PROBLEM STATEMENT
List all lines of the data containing the word "logEquilibriumYield".

DATA TO EXAMINE
import { cleanup, fireEvent, render, screen } from '@testing-library/react'
import { afterEach, beforeEach, describe, expect, it, vi } from 'vitest'
import { createCursor } from '../../../../web/src/components/charts/cursor.ts'
import { EmberLine } from '../../../../web/src/components/ember-line/EmberLine.tsx'
import { layOut } from '../layOut.ts'

const onWindow = vi.fn()
const cursor = createCursor()

const draw = (props: Partial<Parameters<typeof EmberLine>[0]> = {}) =>
  render(
    <EmberLine
      range={{ hotGeV: 1e4, coldGeV: 1e-4 }}
      window={{ hotGeV: 250, coldGeV: 2e-4 }}
      onWindow={onWindow}
      cursor={cursor}
      epochs={[
        { code: 'qcd-crossover', label: 'QCD crossover', temperatureGeV: 0.1565, importance: 9 },
        { code: 'maximum-temperature', label: 'maximum', temperatureGeV: 1e8, importance: 9 },
      ]}
      times={[{ temperatureGeV: 1, timeS: 1.7e-7 }]}
      mark={{ kind: 'freeze-out', temperatureGeV: 4.3532 }}
      {...props}
    />,
  )

const handle = (end: 'Hot' | 'Cold'): HTMLElement =>
  screen.getByRole('slider', { name: `${end} end of the window` })

beforeEach(() => layOut(1200))
afterEach(() => {
  cleanup()
  vi.restoreAllMocks()
  vi.unstubAllGlobals()
  onWindow.mockReset()
})

describe('the ends of the window', () => {
  it('tell their temperature in units', () => {
    draw()
    expect(handle('Hot').getAttribute('aria-valuetext')).toBe('250 GeV')
    expect(handle('Cold').getAttribute('aria-valuetext')).toBe('200 keV')
  })

  it('move to the hot at the left arrow and to the cold at the right', () => {
    draw()
    fireEvent.keyDown(handle('Hot'), { key: 'ArrowLeft' })
    expect(onWindow).toHaveBeenLastCalledWith(312.5, 2e-4)
    fireEvent.keyDown(handle('Cold'), { key: 'ArrowRight' })
    expect(onWindow).toHaveBeenLastCalledWith(250, 1.6e-4)
  })

  it('go to the ends of the line at Home and End, and no farther', () => {
    draw()
    fireEvent.keyDown(handle('Hot'), { key: 'Home' })
    expect(onWindow).toHaveBeenLastCalledWith(1e4, 2e-4)
    fireEvent.keyDown(handle('Cold'), { key: 'End' })
    expect(onWindow).toHaveBeenLastCalledWith(250, 1e-4)
  })

  it('leave the window alone at any other key and at the end of the line', () => {
    draw({ window: { hotGeV: 1e4, coldGeV: 2e-4 } })
    fireEvent.keyDown(handle('Hot'), { key: 'Enter' })
    fireEvent.keyDown(handle('Hot'), { key: 'ArrowLeft' })
    expect(onWindow).not.toHaveBeenCalled()
  })
})

describe('the ember line', () => {
  it('names the mark with its temperature, and the epochs that lie on it', () => {
    draw()
    expect(screen.getByText('freeze-out, 4.35 GeV')).toBeTruthy()
    expect(screen.getByText('QCD crossover')).toBeTruthy()
    expect(screen.queryByText('maximum')).toBeNull()
  })

  it('writes ages beneath on a wide page and leaves them out on a narrow one', () => {
    draw()
    expect(screen.getByText('170 ns')).toBeTruthy()
    cleanup()
    layOut(360)
    draw()
    expect(screen.queryByText('170 ns')).toBeNull()
    expect(handle('Hot')).toBeTruthy()
  })

  it('draws nothing, without fault, before it has a width', () => {
    layOut(0)
    const { container } = draw()
    expect(container.querySelector('svg')).toBeNull()
  })

  it('stands without a report', () => {
    draw({ epochs: [], times: [], mark: null })
    expect(screen.getByText('100 MeV')).toBeTruthy()
  })
})
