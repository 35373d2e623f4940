/** Curves of the Bench over its temperature window, hot to cold. */
import { emptyPoint } from '../bath/bath.ts'
import { freezeInDecayYields, widthOf } from '../abundance/freezeInDecayCandidate.ts'
import { annihilatingState, freezeOutYields } from '../abundance/freezeOutCandidate.ts'
import { logEquilibriumYield } from '../abundance/equilibrium.ts'
import { emptyExpansion } from '../history/expansionPoint.ts'
import type { ThermalHistory } from '../history/thermalHistory.ts'
import type { CandidateInput } from '../wire/candidate.ts'
import type { Curve } from './types.ts'

/** Points of a curve, before those on either side of a step. */
const POINTS = 260

/** Relative distance of the two points that show a step of the bath as a step. */
const BESIDE = 1e-9

/** Temperatures, GeV, evenly in ln T and on both sides of every break of the histories; descending. */
export function temperatureGrid(
  hotGeV: number,
  coldGeV: number,
  histories: readonly ThermalHistory[],
): Float64Array {
  const ratio = Math.log(coldGeV / hotGeV)
  const even = Array.from({ length: POINTS }, (_, i) => hotGeV * Math.exp((ratio * i) / (POINTS - 1)))
  const besides = histories
    .flatMap((history) => history.breaks)
    .filter((temperature) => temperature < hotGeV && temperature > coldGeV)
    .flatMap((temperature) => [temperature * (1 + BESIDE), temperature * (1 - BESIDE)])
  return Float64Array.from([...new Set([...even, ...besides])].sort((a, b) => b - a))
}

const curve = (temperatureGeV: Float64Array, valueAt: (temperatureGeV: number) => number): Curve => ({
  temperatureGeV,
  value: temperatureGeV.map(valueAt),
})

/** The mass whose ratio to T is the candidate's x. */
const scaleOf = (candidate: CandidateInput): number =>
  candidate.mechanism === 'freeze-out' ? candidate.massGeV : candidate.parent.massGeV

/** Y of the candidate; NaN above the maximum temperature. */
export function yieldCurve(
  history: ThermalHistory,
  candidate: CandidateInput,
  temperatureGeV: Float64Array,
): Curve {
  const lnX = temperatureGeV.map((temperature) => Math.log(scaleOf(candidate) / temperature))
  const samples =
    candidate.mechanism === 'freeze-out'
      ? freezeOutYields(history, candidate, lnX)
      : freezeInDecayYields(history, candidate, lnX)
  return { temperatureGeV, value: samples.lnYield.map(Math.exp) }
}

/** Y_eq of the candidate in freeze-out, of the parent in freeze-in by decay. */
export function equilibriumCurve(
  history: ThermalHistory,
  candidate: CandidateInput,
  temperatureGeV: Float64Array,
): Curve {
  const point = emptyExpansion()
  const species =
    candidate.mechanism === 'freeze-out'
      ? {
          ...candidate,
          statistics:
            candidate.equilibriumStatistics === 'exact'
              ? candidate.statistics
              : ('maxwell-boltzmann' as const),
        }
      : candidate.parent
  return curve(temperatureGeV, (temperature) => {
    history.at(Math.log(temperature), point)
    return Math.exp(logEquilibriumYield([species], species.massGeV, species.massGeV / temperature, point.gS))
  })
}

/** n_eq⟨σv⟩/H for freeze-out, Γ_B/H for freeze-in by decay. */
export function rateOverHubbleCurve(
  history: ThermalHistory,
  candidate: CandidateInput,
  temperatureGeV: Float64Array,
): Curve {
  if (candidate.mechanism === 'freeze-out') {
    const state = annihilatingState(history, candidate)
    return curve(temperatureGeV, (temperature) =>
      state.rateOverHubble(Math.log(candidate.massGeV / temperature)),
    )
  }
  const point = emptyExpansion()
  const width = widthOf(candidate)
  return curve(temperatureGeV, (temperature) => {
    history.at(Math.log(temperature), point)
    return width / point.hubble
  })
}

/** g_ρ of all radiation and g_s of the bath. */
export function effectiveNumberCurves(
  history: ThermalHistory,
  temperatureGeV: Float64Array,
): { gRho: Curve; gS: Curve } {
  const { bath, apart } = history.radiation
  const point = emptyPoint()
  const other = { gRho: 0, gP: 0 }
  const gRho = new Float64Array(temperatureGeV.length)
  const gS = new Float64Array(temperatureGeV.length)
  temperatureGeV.forEach((temperature, i) => {
    bath.evaluate(temperature, point)
    apart.evaluate(temperature, point.gS, other)
    gRho[i] = point.gRho + other.gRho
    gS[i] = point.gS
  })
  return { gRho: { temperatureGeV, value: gRho }, gS: { temperatureGeV, value: gS } }
}
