import { ELECTRON } from '../bath/particles/standardModel.ts'
import type { HistoryInput } from '../wire/history.ts'
import type { EpochMark } from './types.ts'

/** Temperature of the electroweak crossover, GeV: D'Onofrio & Rummukainen, Phys. Rev. D 93 (2016) 025003, from memory. */
const ELECTROWEAK_CROSSOVER_GEV = 159.5

/** Temperature of the strong-interaction crossover, GeV, where the treatment has no parameter for it: HotQCD 2019. */
const QCD_CROSSOVER_GEV = 0.1565

const mark = (
  code: EpochMark['code'],
  label: string,
  temperatureGeV: number,
  importance: number,
): EpochMark => ({
  code,
  label,
  temperatureGeV,
  importance,
})

/** The temperatures of a history that carry a name, hottest first. */
export function epochsOf(history: HistoryInput): EpochMark[] {
  const { bath, neutrinos, expansion, maximumTemperatureGeV } = history
  const qcd = 'transitionTemperatureGeV' in bath ? bath.transitionTemperatureGeV : QCD_CROSSOVER_GEV
  const marks = [
    mark('electroweak-crossover', 'electroweak crossover', ELECTROWEAK_CROSSOVER_GEV, 3),
    mark('qcd-crossover', 'QCD crossover', qcd, 5),
    mark('neutrino-decoupling', 'neutrino decoupling', neutrinos.decouplingTemperatureGeV, 4),
    mark('electron-positron', 'e± annihilation', ELECTRON.massGeV, 2),
  ]
  if (expansion.kind === 'fluid')
    marks.push(mark('fluid-equality', 'fluid equals radiation', expansion.equalityTemperatureGeV, 6))
  if (expansion.kind === 'entropy-step')
    marks.push(mark('entropy-step', 'entropy release', expansion.temperatureGeV, 6))
  if (expansion.kind === 'early-matter') {
    marks.push(mark('matter-ends', 'matter era ends', expansion.reheatTemperatureGeV, 6))
    if (expansion.startTemperatureGeV !== undefined)
      marks.push(mark('matter-begins', 'matter equals radiation', expansion.startTemperatureGeV, 6))
  }
  if (maximumTemperatureGeV !== null)
    marks.push(mark('maximum-temperature', 'maximum temperature', maximumTemperatureGeV, 7))
  for (const { name, coupling } of history.extraSpecies)
    if (coupling.kind === 'decoupled')
      marks.push(mark('species-decoupling', `${name} decouples`, coupling.temperatureGeV, 1))
  return marks.sort((a, b) => b.temperatureGeV - a.temperatureGeV)
}
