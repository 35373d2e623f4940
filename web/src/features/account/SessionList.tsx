import { useQuery, useQueryClient } from '@tanstack/react-query'
import { toast } from 'sonner'
import type { OwnSession } from '#core/wire/index'
import { endOtherSessions, endSession, ownSessionsQuery } from '../../api/account.ts'
import { Button } from '../../components/ui/Button.tsx'
import { ErrorNotice } from '../../components/ui/Notice.tsx'
import { useTask } from '../../lib/useTask.ts'
import type { Task } from '../../lib/useTask.ts'
import { Loaded } from '../records/Loaded.tsx'
import { Moment } from '../records/Moment.tsx'
import { deviceName } from './deviceName.ts'

/** The browsers one is signed in with, and the way to sign them out from here. */
export function SessionList() {
  const query = useQuery(ownSessionsQuery)
  const queries = useQueryClient()
  const task = useTask()
  const end = (work: () => Promise<void>, said: string): void =>
    task.run(async () => {
      await work()
      await queries.invalidateQueries({ queryKey: ownSessionsQuery.queryKey })
      toast.success(said)
    })
  return (
    <Loaded of={query} what="your sessions">
      {(sessions) => (
        <>
          <ul className="rows">
            {sessions.map((session) => (
              <SessionRow
                key={session.id}
                session={session}
                task={task}
                onEnd={() => end(() => endSession(session.id), 'That session has ended.')}
              />
            ))}
          </ul>
          {task.error ? <ErrorNotice error={task.error} /> : null}
          {sessions.length > 1 ? (
            <Button
              className="justify-self-start"
              busy={task.busy}
              onClick={() => end(endOtherSessions, 'Every other session has ended.')}
            >
              Sign out everywhere else
            </Button>
          ) : null}
        </>
      )}
    </Loaded>
  )
}

interface SessionRowProps {
  session: OwnSession
  task: Task
  onEnd: () => void
}

function SessionRow({ session, task, onEnd }: SessionRowProps) {
  const device = deviceName(session.userAgent)
  return (
    <li className="grid gap-0.5 py-2.5">
      <p className="flex flex-wrap items-baseline gap-x-3">
        <span className="font-semibold">{device}</span>
        {session.current ? (
          <span className="text-caption text-soft">this one</span>
        ) : (
          <Button
            variant="link"
            className="ml-auto text-small"
            disabled={task.busy}
            aria-label={`Sign out ${device} at ${session.address}`}
            onClick={onEnd}
          >
            Sign out
          </Button>
        )}
      </p>
      <p className="text-small text-soft">
        {session.group}, from {session.address === '' ? 'an unknown address' : session.address}, last used{' '}
        <Moment at={session.lastUsedAt} />
      </p>
    </li>
  )
}
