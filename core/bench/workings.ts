import { CRITICAL_DENSITY_GEV4, HBARC_GEV_CM } from '../constants/natural.ts'
import { entropyNumberToday } from '../bath/neutrinos.ts'
import type { ThermalHistory } from '../history/thermalHistory.ts'
import { entropyTodayPerCm3 } from '../history/rows.ts'
import type { CandidateInput } from '../wire/candidate.ts'
import type { AbundanceResult } from '../wire/compute.ts'
import type { Working } from './types.ts'

const EQUATION: Record<CandidateInput['mechanism'], Pick<Working, 'formula' | 'source'>> = {
  'freeze-out': {
    formula:
      'dY/d ln x = −(s⟨σv⟩/H)(1 + δ_s)(Y² − Y_eq²), solved to today; half of it when not self-conjugate',
    source: 'Gondolo & Gelmini, Nucl. Phys. B 360 (1991) 145',
  },
  'freeze-in-decay': {
    formula:
      'dY/d ln x = n_X g_B m_B² T Γ/(2π²) · Σ_k (−η)^(k+1) K₁(k m_B/T)/k · (1 + δ_s)/(sH), from nothing',
    source: 'Hall, Jedamzik, March-Russell, West, JHEP 03 (2010) 080',
  },
  'freeze-in-scattering': {
    formula:
      'dY/d ln x = γ(T)(1 + δ_s)/(sH), γ = g₁g₂T/(32π⁴) ∫ σ [s−(m₁+m₂)²][s−(m₁−m₂)²] K₁(√s/T)/√s ds, from nothing',
    source: 'Gondolo & Gelmini, Nucl. Phys. B 360 (1991) 145; Edsjö & Gondolo, Phys. Rev. D 56 (1997) 1879',
  },
  'freeze-in-ultraviolet': {
    formula: 'dY/d ln(1/T) = C T^(2q+4)/Λ^(2q) · (1 + δ_s)/(sH), from the maximum temperature down',
    source: 'Elahi, Kolda, Unwin, JHEP 03 (2015) 048',
  },
  asymmetric: {
    formula: 'dY₋/d ln x = −(s⟨σv⟩/H)(1 + δ_s)(Y₊Y₋ − Y_eq²), Y₊ − Y₋ = η_X; Y = Y₊ + Y₋',
    source: 'Graesser, Shoemaker, Vecchi, JHEP 10 (2011) 110',
  },
  'hot-relic': {
    formula: 'Y_eq(T_d) = n_eq(T_d)/s(T_d), over what entropy releases dilute it by',
    source: 'Kolb & Turner, The Early Universe (1990), §5.2',
  },
}

/** How Ω_χh² comes about: each quantity with its value, formula and source. */
export function workingsOf(
  history: ThermalHistory,
  candidate: CandidateInput,
  result: AbundanceResult,
): Working[] {
  const criticalPerCm3 = CRITICAL_DENSITY_GEV4 / HBARC_GEV_CM ** 3
  return [
    {
      symbol: 'Ω_χh²',
      name: 'relic abundance',
      value: result.omegaH2,
      unit: '',
      formula: 'm Y₀ s₀/(ρ_c/h²)',
      source: 'Kolb & Turner, The Early Universe (1990), §5.2',
    },
    {
      symbol: 'Y₀',
      name: 'yield today',
      value: result.yieldToday,
      unit: '',
      ...EQUATION[candidate.mechanism],
    },
    {
      symbol: 'm',
      name: 'mass of the candidate',
      value: candidate.massGeV,
      unit: 'GeV',
      formula: 'input',
      source: 'candidate',
    },
    {
      symbol: 's₀',
      name: 'entropy density today',
      value: entropyTodayPerCm3(history),
      unit: 'cm⁻³',
      formula: '(2π²/45) g_s,0 T₀³',
      source: 'Kolb & Turner, The Early Universe (1990), §3.4',
    },
    {
      symbol: 'g_s,0',
      name: 'effective number in entropy today',
      value: entropyNumberToday(history.input.neutrinos),
      unit: '',
      formula: neutrinoFormula(history),
      source: 'N_eff of the history; heated neutrinos, s ∝ T_ν³',
    },
    {
      symbol: 'T₀',
      name: 'photon temperature today',
      value: history.input.today.temperatureK,
      unit: 'K',
      formula: 'input',
      source: 'history; default Fixsen 2009',
    },
    {
      symbol: 'ρ_c/h²',
      name: 'critical density',
      value: criticalPerCm3,
      unit: 'GeV cm⁻³',
      formula: '3 (100 km/s/Mpc)² M_Pl²/(8π)',
      source: 'CODATA 2018 and the IAU parsec',
    },
  ]
}

function neutrinoFormula(history: ThermalHistory): string {
  const { neutrinos } = history.input
  return neutrinos.treatment === 'specified' && neutrinos.entropyScaling === 'linear'
    ? '2 + (7/11) N_eff'
    : '2 + (21/11)(N_eff/3)^(3/4)'
}
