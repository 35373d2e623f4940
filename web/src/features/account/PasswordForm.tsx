import { useQueryClient } from '@tanstack/react-query'
import { useState } from 'react'
import { Link } from 'react-router-dom'
import { toast } from 'sonner'
import type { Account } from '#core/wire/index'
import { changePassword, ownSessionsQuery } from '../../api/account.ts'
import { TaskForm } from '../../components/ui/TaskForm.tsx'
import { TextField } from '../../components/ui/TextField.tsx'
import { faultAt } from '../../lib/faults.ts'
import { useTask } from '../../lib/useTask.ts'
import { NewPasswordField } from '../session/NewPasswordField.tsx'

export function PasswordForm({ account }: { account: Account }) {
  const [current, setCurrent] = useState('')
  const [next, setNext] = useState('')
  const task = useTask()
  const queries = useQueryClient()
  const change = async (): Promise<void> => {
    await changePassword(current, next)
    setCurrent('')
    setNext('')
    void queries.invalidateQueries({ queryKey: ownSessionsQuery.queryKey })
    toast.success('Your password is changed, and every other session has ended.')
  }
  if (!account.hasPassword)
    return (
      <p>
        You have none: you sign in elsewhere.{' '}
        <Link to="/forgotten-password" className="link">
          Have a link sent to choose one
        </Link>
      </p>
    )
  return (
    <TaskForm
      task={task}
      fields={['currentPassword', 'newPassword']}
      submitLabel="Change password"
      variant="quiet"
      onSubmit={change}
    >
      <TextField
        label="Present password"
        type="password"
        autoComplete="current-password"
        fault={faultAt(task.error, 'currentPassword')}
        value={current}
        onChange={setCurrent}
      />
      <NewPasswordField
        label="New password"
        fault={faultAt(task.error, 'newPassword')}
        value={next}
        onChange={setNext}
      />
    </TaskForm>
  )
}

PROBLEM SOLUTION
import { logEquilibriumYield } from '../abundance/equilibrium.ts'
    return Math.exp(logEquilibriumYield([species], species.massGeV, species.massGeV / temperature, point.gS))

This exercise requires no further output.